Further, to add insult to injury, I can’t figure out how to actually create a backup using this utility any more. When I’d first used it, the important files I’d marked had only taken up a single tape. Now, for some reason, the program isn’t using all of the tape I put in and is insisting on using two tapes. But when it prompts me to insert a 2nd tape, and I do so, it doesn’t do anything except sit there. When I click on the “Okay” button it has, it closes out the job and I’m left with just a partial backup. This utility, Arkeia, I’ve always found to be much more complex than necessary, and I’ve constantly struggled with it since I started using it – but, in the end, had (I thought) figured it out so that it was usable. Now, it just seems to be a waste of time – or worse, since it’s given me a false sense of security. Unfortunately, I don’t know of any other (free) utility that will let me backup both my Linux and Windows computers from the tape drive in my Linux server.
Also, that long-deleted file was still deleted. When I got back to recreating it from scratch, I discovered that I actually did have another, older, version of it in another directory. So I was already halfway there. It only took me an hour to get things back to where there were before. If fact, they ended up being better because, in the process, I fixed a problem I’d had with the original version!

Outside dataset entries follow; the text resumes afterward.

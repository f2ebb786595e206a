/** The editor's one store instance and the React hook that reads it. */
import { useStore } from 'zustand';
import { createEditorStore, type EditorState } from './store.ts';

export const editorStore = createEditorStore();

export function useEditor<T>(selector: (s: EditorState) => T): T {
  return useStore(editorStore, selector);
}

The strangest thing about all of this is that, even in hindsight, there was no single point in time at which I could have realistically thought that it would be faster to just recreate this file from scratch than to go through the seemingly simple steps of attempting the restore. Even as time stretched on, the (to my mind) remaining steps of resolving the most current roadblock and continuing on should have taken less time than the file recreation. There’s no way that, given what I knew then, I could have thought that it would be such an involved or, in the end, futile process. Glen agrees with me on this – he would have done exactly what I did. With the one possibile exception that he would have made sure he had a full backup of the Windows hard drive before moving it over to the Linux server. (Of course, even if I had done that – and it’s something I’ll make sure I do from now on, even if I have no reason to suspect anything will happen to warrant needing it – it may not have done me any good since I bet I wouldn’t have been able to get this utility to restore anything off of it…)
My first priority at the moment? Make sure I get some kind of working backup / restore solution for my two computers. At this particular point, I think it will just be to copy all of the important files from one to the other. So long as both computers don’t die on me I’ll be fine. After that I really need to look into a usable backup utility. (Or, at least, figure out how in the world to use the one I currently have.)